Hi ya'll! Just a question, how long can a fertile egg (that's been warm under a hen for 10 days) go without being warm before it dies? My silkie for some weird reason split her best of 8 eggs yesterday into two piles of four eggs? I went back to check, and she was then sitting on all eight of them? Is there a chance they might make it? I am thinking she was off them for about 12 hours? Our temps lowest here are 23 degrees celcious. Any help please! It's my first lot of fertile eggs!


----------



## rosemi78 (Feb 22, 2013)

It might delay their hatch date a bit, but hopefully that'll be the worst of it.
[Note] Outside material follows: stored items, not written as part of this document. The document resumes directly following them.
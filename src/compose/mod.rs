//! Composition aids: trying standpoints quickly and seeing where one stands. Each builds a
//! [`Drawing`](crate::drawing::Drawing) or a [`Sheet`](crate::page::Sheet) that the
//! existing writers output.
//!
//! - [`contact`]: many standpoints (the scene's, or a sweep) as labelled thumbnails on one sheet;
//! - [`plan`]: a top-down site plan with each standpoint's marker, heading and seam;
//! - [`preview`]: an ordinary perspective (pinhole) view from a standpoint, from the scene.
//!
//! ## Composition aids (design notes)
//!
//! `src/compose/` and `src/bin/pansite/compose.rs`: trying standpoints quickly and seeing
//! where one stands. Each builds a `Drawing` or a `Sheet`, so PNG, SVG and PDF come from the
//! writers above.
//!
//! - **Contact sheet** (`pansite sheet`, `compose::contact_sheet`): the scene's standpoints, or
//!   a sweep: `--headings FROM:TO:STEP` from one standpoint, `--path X,Y:X,Y:... --count N`
//!   (evenly spaced along the path, each facing along its leg), or `--grid X0,Y0:X1,Y1:CxR`
//!   (north row first), all at `--eye-height` if given. Each thumbnail is `draw` at
//!   `--thumb` size (480x240 by default, line weight 1 px); the cores take standpoints one at
//!   a time (a thumbnail is below the wireframe's own run size, so there is no nesting), and
//!   the thumbnails are clipped into a near-square grid with a frame and two lines of
//!   lettering (number and name; heading, position, eye height; shrunk to the thumbnail's
//!   width when long). `--hidden` chooses how hidden edges are drawn, as for `render`. Layers of the same name are merged, so styles and SVG/PDF layers work
//!   for the whole sheet. At most 1,000 thumbnails.
//! - **Plan map** (`pansite plan`, `compose::plan_map`): every edge projected straight down
//!   (vertical segments vanish; ellipses are chords of angle `sqrt(8 tol / r)`, within the
//!   tolerance); north up. The extent is the site's and the standpoints', with 6 % margins
//!   and a footer a tenth of the height for the scale bar (a 1, 2 or 5 times a power of ten
//!   metres, about a quarter of the width, ticked at its ends and middle, with the scale) and
//!   the north arrow. The scale is the largest standard one that fits (`STANDARD_SCALES`:
//!   ISO 5455's 1, 2, 5 series with 1:250, 1:1250 and 1:2500; on paper at the dpi), or
//!   `--scale 1:N`, refused when the site does not fit; the explorer's screen plan fills its
//!   box (`PlanScale::Fill`). Each standpoint is a circle, its heading an arrow
//!   8 % of the shorter side long (the direction at the panorama's centre), and the seam a
//!   dashed line the opposite way. Every word goes through the label placer: standpoint
//!   names never cross a drawn line (`LabelPlacer::keep_off_lines`) nor each other, labelled
//!   buildings are named at the middle of their plan where there is room, and what finds
//!   no room is left out and counted. Layers `plan`, `seams`, `headings`, `standpoints`,
//!   `scale bar`, `north arrow`, one layer per label (`title`, `standpoint labels`,
//!   `item labels`) over a `label halo`. `--beside` draws the panorama
//!   of the chosen standpoint (`--panorama-size`) and the plan at the panorama's height and
//!   resolution to its right on one sheet (`compose::beside`, a translation only, so the
//!   plan's printed scale holds). `--page PAPER` (with `--portrait`, `--margin`) draws the plan at
//!   the size of the paper's printable area and places it on a sheet of that paper
//!   (`PlanSettings::for_paper`, `Plan::on_paper`).
//! - **Rectilinear preview** (`pansite preview`, `compose::preview`): a pinhole camera at the
//!   eye looking along the view frame's `+y` (heading, pitch; roll turns the image):
//!   `u = W/2 + f x / y`, `v = H/2 - f z / y`, `f = (W/2) / tan(fov/2)` (`--fov`, 90 degrees
//!   across by default, below 179). This is the gnomonic projection centred on the view
//!   direction (Snyder 1987, eq. 22-4/22-5). Segments are cut at the near plane (1 cm in front
//!   of the eye; depth is linear along a segment in the view frame, so the cut is exact) and
//!   clipped to the picture (Liang-Barsky); arcs start from pieces of 1/64 turn and are halved
//!   until the middle and quarter points lie within the tolerance of the chord. Eye-dependent
//!   outlines (columns, domes, mesh silhouettes) are included. Hidden parts (`--hidden`, the
//!   scene's choice or faint by default) are the panorama's: the same `Occluders::spans` on
//!   the same sphere curve, sampled every pixel of angle at the picture's centre (pixels
//!   nearer its edges subtend less, so a stretch under a pixel there can be missed); a span
//!   of a segment is mapped back to the segment where its end sight lines meet it, and an
//!   ellipse's sphere curve is its own points, so its spans are arcs of it. The horizon is
//!   the exact image line of the level directions.
//! - **Watch** (`pansite watch SCENE [render options] --interval MS`): renders with the
//!   `render` command's own code, then polls the scene's and the style file's modification
//!   time and length every 200 ms (no file-events dependency: polling two files is cheap and
//!   behaves the same on every system and network drive) and renders again on a change. Each
//!   run prints what changed (the file, and the counts of standpoints, items and edges before
//!   and after) and how long it took. A scene with an error prints the error (file, line,
//!   column) and "not rendered; the last good output is kept": the scene is read before
//!   anything is written, and writes are atomic, so nothing is overwritten. It runs until
//!   stopped. OBJ models a scene references are not watched.
//! - **Progress**: `sheet` prints a bar on standard error (`\r`-rewritten) only when that is a
//!   terminal (`std::io::IsTerminal`) and not `--quiet`; piped, it prints one summary line.
//!
//! Measured (2026-12-02, 2 cores shared with other work, load average 2.5): a contact sheet of
//! 24 headings of the demo square at 480x240 (2487x1510 px PNG, from the command line,
//! reading included) 0.65 to 0.71 s (target 2 s), 0.81 to 0.87 s on one core: each thumbnail
//! takes 40 to 85 ms, nearly all of it the hidden-line pass (3 ms without), so `sheet --hidden
//! solid` draws the same 24 in 0.13 s; the corn exchange 0.84 s; a
//! re-render of the demo at 1920x960 as `watch` does it 40 to 50 ms, 140 ms once under load
//! (target 200 ms). `cargo bench` prints both (the last line).

mod contact;
mod plan;
mod preview;

pub use contact::{
    contact_sheet, sweep_grid, sweep_headings, sweep_path, sweep_times, ContactSettings, SheetGrid,
};
pub use plan::{
    beside, largest_standard_scale, plan_map, Plan, PlanScale, PlanSettings, STANDARD_SCALES,
};
pub use preview::{preview, preview_with_hidden_lines, Pinhole, PreviewSettings};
Are you able to snag any and candle them by chance


----------



## jasmin (Jan 16, 2013)

I'm a bit nervous to disturb nature to be honest haha! I thought I should maybe just leave her to it? She comes off the nest once each day (during the daytime) and has a poo/groom/snack but is straight back on after that! And I don't have a room dark enough to candle in I don't think during the day. Is it best to candle at night-this is my first time with fertile eggs-I'm so new at this!


----------



## Apyl (Jun 20, 2012)

Let nature take its own course. If the eggs dont hatch then so be it. Theres a reason your silkie did what she did.


----------



## jasmin (Jan 16, 2013)

I think you might be right.. "Whatever will be will be..." Even if we got one chick out of eight eggs that will still be exciting for our first ever hatch! fingers crossed whilst she was rearranging she didn't spend too much time off her nest and none will hatch! Eeek! We will just have to wait and see!


----------



## kaufranc (Oct 3, 2012)

What kind of eggs is she hatching?


----------



## jasmin (Jan 16, 2013)

Little Pekin Bantams and a couple of Frizzle Pekin Bantams, I believe our Pekin bantams (in Australia) are similar to your Cochin bantams maybe? They are very round in body shape and have lots of feathers-and feathered feet. Little fury basketballs!


----------



## jasmin (Jan 16, 2013)

These are a few off Google!


----------



## kaufranc (Oct 3, 2012)

Yes they are similar . Make sure you post pics of the babies when they hatch!


----------



## jasmin (Jan 16, 2013)

Oh I will don't you worry! Desperately hoping some will hatch!


----------



## Energyvet (Jul 25, 2012)

All really beautiful birds and pics. Great composition.


----------



## realsis (Jan 13, 2013)

Very beautiful birds! I'm sure you will gets some wonderful chicks! How exciting! Don't worry too much! I'm sure everything will be fine! Best wishes


----------